▸ Your goal
From the first line to the last, output the entries exactly.

== Dataset extract

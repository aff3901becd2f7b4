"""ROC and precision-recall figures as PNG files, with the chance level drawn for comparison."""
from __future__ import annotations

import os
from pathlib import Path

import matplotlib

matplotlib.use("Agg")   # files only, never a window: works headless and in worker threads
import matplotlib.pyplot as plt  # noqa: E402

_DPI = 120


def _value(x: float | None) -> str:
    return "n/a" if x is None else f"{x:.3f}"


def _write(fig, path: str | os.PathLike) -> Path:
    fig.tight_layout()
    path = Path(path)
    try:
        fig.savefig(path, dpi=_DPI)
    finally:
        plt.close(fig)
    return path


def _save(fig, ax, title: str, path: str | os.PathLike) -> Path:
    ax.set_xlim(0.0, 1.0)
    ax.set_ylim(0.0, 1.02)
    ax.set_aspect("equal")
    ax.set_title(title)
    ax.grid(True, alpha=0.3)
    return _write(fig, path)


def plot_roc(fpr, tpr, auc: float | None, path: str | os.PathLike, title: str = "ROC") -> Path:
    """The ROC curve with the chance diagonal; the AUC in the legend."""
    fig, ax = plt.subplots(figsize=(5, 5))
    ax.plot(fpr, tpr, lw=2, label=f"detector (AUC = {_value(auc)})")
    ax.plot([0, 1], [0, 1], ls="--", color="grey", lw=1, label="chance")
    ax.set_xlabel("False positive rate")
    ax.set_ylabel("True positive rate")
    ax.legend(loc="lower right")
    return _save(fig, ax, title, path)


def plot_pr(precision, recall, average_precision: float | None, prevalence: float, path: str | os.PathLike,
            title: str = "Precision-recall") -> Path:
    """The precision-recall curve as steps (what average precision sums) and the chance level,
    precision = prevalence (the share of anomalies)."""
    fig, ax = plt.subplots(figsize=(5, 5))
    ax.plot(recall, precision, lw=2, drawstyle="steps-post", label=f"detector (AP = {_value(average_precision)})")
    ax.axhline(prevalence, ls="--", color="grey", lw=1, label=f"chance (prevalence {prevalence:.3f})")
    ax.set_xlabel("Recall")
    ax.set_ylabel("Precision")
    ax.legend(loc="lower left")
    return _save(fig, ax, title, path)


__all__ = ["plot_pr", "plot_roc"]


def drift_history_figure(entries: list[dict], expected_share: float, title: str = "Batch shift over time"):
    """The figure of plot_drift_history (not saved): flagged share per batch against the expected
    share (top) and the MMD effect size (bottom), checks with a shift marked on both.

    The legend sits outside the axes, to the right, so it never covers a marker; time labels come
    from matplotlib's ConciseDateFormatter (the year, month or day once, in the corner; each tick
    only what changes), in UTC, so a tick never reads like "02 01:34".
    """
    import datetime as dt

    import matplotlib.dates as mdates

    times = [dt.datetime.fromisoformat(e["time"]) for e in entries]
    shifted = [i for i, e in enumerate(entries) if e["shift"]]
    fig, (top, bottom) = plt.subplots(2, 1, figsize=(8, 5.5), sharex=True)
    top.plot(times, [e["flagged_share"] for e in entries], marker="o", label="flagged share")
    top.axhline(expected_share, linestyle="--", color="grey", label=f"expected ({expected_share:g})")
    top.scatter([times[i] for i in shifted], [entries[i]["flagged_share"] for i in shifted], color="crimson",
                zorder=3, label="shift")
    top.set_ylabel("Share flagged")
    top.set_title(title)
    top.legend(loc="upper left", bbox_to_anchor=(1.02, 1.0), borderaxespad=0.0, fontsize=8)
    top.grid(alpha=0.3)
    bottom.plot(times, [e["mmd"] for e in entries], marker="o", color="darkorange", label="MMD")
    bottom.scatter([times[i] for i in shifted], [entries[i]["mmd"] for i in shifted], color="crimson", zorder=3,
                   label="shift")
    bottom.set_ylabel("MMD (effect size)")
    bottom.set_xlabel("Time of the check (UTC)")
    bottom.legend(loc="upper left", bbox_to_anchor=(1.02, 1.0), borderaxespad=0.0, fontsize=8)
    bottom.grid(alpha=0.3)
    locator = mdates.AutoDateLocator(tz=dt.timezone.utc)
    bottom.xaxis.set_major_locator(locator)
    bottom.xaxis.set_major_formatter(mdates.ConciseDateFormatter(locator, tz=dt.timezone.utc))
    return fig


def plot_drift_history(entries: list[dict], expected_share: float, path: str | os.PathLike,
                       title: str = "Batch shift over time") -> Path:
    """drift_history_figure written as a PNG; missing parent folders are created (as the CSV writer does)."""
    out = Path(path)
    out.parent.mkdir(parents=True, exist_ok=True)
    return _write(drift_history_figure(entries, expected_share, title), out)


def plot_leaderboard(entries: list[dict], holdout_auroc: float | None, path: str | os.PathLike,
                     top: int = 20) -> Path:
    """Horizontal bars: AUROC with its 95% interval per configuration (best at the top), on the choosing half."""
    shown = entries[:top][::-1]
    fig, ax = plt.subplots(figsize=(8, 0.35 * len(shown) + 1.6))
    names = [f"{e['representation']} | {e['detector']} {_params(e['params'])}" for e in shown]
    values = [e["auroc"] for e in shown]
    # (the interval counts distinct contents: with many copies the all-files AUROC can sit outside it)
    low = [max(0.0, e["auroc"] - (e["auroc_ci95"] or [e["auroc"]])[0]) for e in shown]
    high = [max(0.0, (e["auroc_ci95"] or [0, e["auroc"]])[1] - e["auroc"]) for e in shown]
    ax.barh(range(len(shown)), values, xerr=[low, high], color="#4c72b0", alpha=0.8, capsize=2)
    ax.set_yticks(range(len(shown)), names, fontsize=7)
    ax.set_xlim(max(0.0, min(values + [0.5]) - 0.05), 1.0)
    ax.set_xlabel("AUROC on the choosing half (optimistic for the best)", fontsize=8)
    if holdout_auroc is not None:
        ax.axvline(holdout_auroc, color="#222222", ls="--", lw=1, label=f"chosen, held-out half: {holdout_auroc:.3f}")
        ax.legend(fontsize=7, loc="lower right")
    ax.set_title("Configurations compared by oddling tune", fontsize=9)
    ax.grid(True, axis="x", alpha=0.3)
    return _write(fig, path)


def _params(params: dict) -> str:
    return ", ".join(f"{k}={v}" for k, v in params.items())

====

▸ Written reply
repository aff3901becd2f7b4
"""ROC and precision-recall figures as PNG files, with the chance level drawn for comparison."""
from __future__ import annotations

import os
from pathlib import Path

import matplotlib

matplotlib.use("Agg")   # files only, never a window: works headless and in worker threads
import matplotlib.pyplot as plt  # noqa: E402

_DPI = 120


def _value(x: float | None) -> str:
    return "n/a" if x is None else f"{x:.3f}"


def _write(fig, path: str | os.PathLike) -> Path:
    fig.tight_layout()
    path = Path(path)
    try:
        fig.savefig(path, dpi=_DPI)
    finally:
        plt.close(fig)
    return path


def _save(fig, ax, title: str, path: str | os.PathLike) -> Path:
    ax.set_xlim(0.0, 1.0)
    ax.set_ylim(0.0, 1.02)
    ax.set_aspect("equal")
    ax.set_title(title)
    ax.grid(True, alpha=0.3)
    return _write(fig, path)


def plot_roc(fpr, tpr, auc: float | None, path: str | os.PathLike, title: str = "ROC") -> Path:
    """The ROC curve with the chance diagonal; the AUC in the legend."""
    fig, ax = plt.subplots(figsize=(5, 5))
    ax.plot(fpr, tpr, lw=2, label=f"detector (AUC = {_value(auc)})")
    ax.plot([0, 1], [0, 1], ls="--", color="grey", lw=1, label="chance")
    ax.set_xlabel("False positive rate")
    ax.set_ylabel("True positive rate")
    ax.legend(loc="lower right")
    return _save(fig, ax, title, path)


def plot_pr(precision, recall, average_precision: float | None, prevalence: float, path: str | os.PathLike,
            title: str = "Precision-recall") -> Path:
    """The precision-recall curve as steps (what average precision sums) and the chance level,
    precision = prevalence (the share of anomalies)."""
    fig, ax = plt.subplots(figsize=(5, 5))
    ax.plot(recall, precision, lw=2, drawstyle="steps-post", label=f"detector (AP = {_value(average_precision)})")
    ax.axhline(prevalence, ls="--", color="grey", lw=1, label=f"chance (prevalence {prevalence:.3f})")
    ax.set_xlabel("Recall")
    ax.set_ylabel("Precision")
    ax.legend(loc="lower left")
    return _save(fig, ax, title, path)


__all__ = ["plot_pr", "plot_roc"]


def drift_history_figure(entries: list[dict], expected_share: float, title: str = "Batch shift over time"):
    """The figure of plot_drift_history (not saved): flagged share per batch against the expected
    share (top) and the MMD effect size (bottom), checks with a shift marked on both.

    The legend sits outside the axes, to the right, so it never covers a marker; time labels come
    from matplotlib's ConciseDateFormatter (the year, month or day once, in the corner; each tick
    only what changes), in UTC, so a tick never reads like "02 01:34".
    """
    import datetime as dt

    import matplotlib.dates as mdates

    times = [dt.datetime.fromisoformat(e["time"]) for e in entries]
    shifted = [i for i, e in enumerate(entries) if e["shift"]]
    fig, (top, bottom) = plt.subplots(2, 1, figsize=(8, 5.5), sharex=True)
    top.plot(times, [e["flagged_share"] for e in entries], marker="o", label="flagged share")
    top.axhline(expected_share, linestyle="--", color="grey", label=f"expected ({expected_share:g})")
    top.scatter([times[i] for i in shifted], [entries[i]["flagged_share"] for i in shifted], color="crimson",
                zorder=3, label="shift")
    top.set_ylabel("Share flagged")
    top.set_title(title)
    top.legend(loc="upper left", bbox_to_anchor=(1.02, 1.0), borderaxespad=0.0, fontsize=8)
    top.grid(alpha=0.3)
    bottom.plot(times, [e["mmd"] for e in entries], marker="o", color="darkorange", label="MMD")
    bottom.scatter([times[i] for i in shifted], [entries[i]["mmd"] for i in shifted], color="crimson", zorder=3,
                   label="shift")
    bottom.set_ylabel("MMD (effect size)")
    bottom.set_xlabel("Time of the check (UTC)")
    bottom.legend(loc="upper left", bbox_to_anchor=(1.02, 1.0), borderaxespad=0.0, fontsize=8)
    bottom.grid(alpha=0.3)
    locator = mdates.AutoDateLocator(tz=dt.timezone.utc)
    bottom.xaxis.set_major_locator(locator)
    bottom.xaxis.set_major_formatter(mdates.ConciseDateFormatter(locator, tz=dt.timezone.utc))
    return fig


def plot_drift_history(entries: list[dict], expected_share: float, path: str | os.PathLike,
                       title: str = "Batch shift over time") -> Path:
    """drift_history_figure written as a PNG; missing parent folders are created (as the CSV writer does)."""
    out = Path(path)
    out.parent.mkdir(parents=True, exist_ok=True)
    return _write(drift_history_figure(entries, expected_share, title), out)


def plot_leaderboard(entries: list[dict], holdout_auroc: float | None, path: str | os.PathLike,
                     top: int = 20) -> Path:
    """Horizontal bars: AUROC with its 95% interval per configuration (best at the top), on the choosing half."""
    shown = entries[:top][::-1]
    fig, ax = plt.subplots(figsize=(8, 0.35 * len(shown) + 1.6))
    names = [f"{e['representation']} | {e['detector']} {_params(e['params'])}" for e in shown]
    values = [e["auroc"] for e in shown]
    # (the interval counts distinct contents: with many copies the all-files AUROC can sit outside it)
    low = [max(0.0, e["auroc"] - (e["auroc_ci95"] or [e["auroc"]])[0]) for e in shown]
    high = [max(0.0, (e["auroc_ci95"] or [0, e["auroc"]])[1] - e["auroc"]) for e in shown]
    ax.barh(range(len(shown)), values, xerr=[low, high], color="#4c72b0", alpha=0.8, capsize=2)
    ax.set_yticks(range(len(shown)), names, fontsize=7)
    ax.set_xlim(max(0.0, min(values + [0.5]) - 0.05), 1.0)
    ax.set_xlabel("AUROC on the choosing half (optimistic for the best)", fontsize=8)
    if holdout_auroc is not None:
        ax.axvline(holdout_auroc, color="#222222", ls="--", lw=1, label=f"chosen, held-out half: {holdout_auroc:.3f}")
        ax.legend(fontsize=7, loc="lower right")
    ax.set_title("Configurations compared by oddling tune", fontsize=9)
    ax.grid(True, axis="x", alpha=0.3)
    return _write(fig, path)


def _params(params: dict) -> str:
    return ", ".join(f"{k}={v}" for k, v in params.items())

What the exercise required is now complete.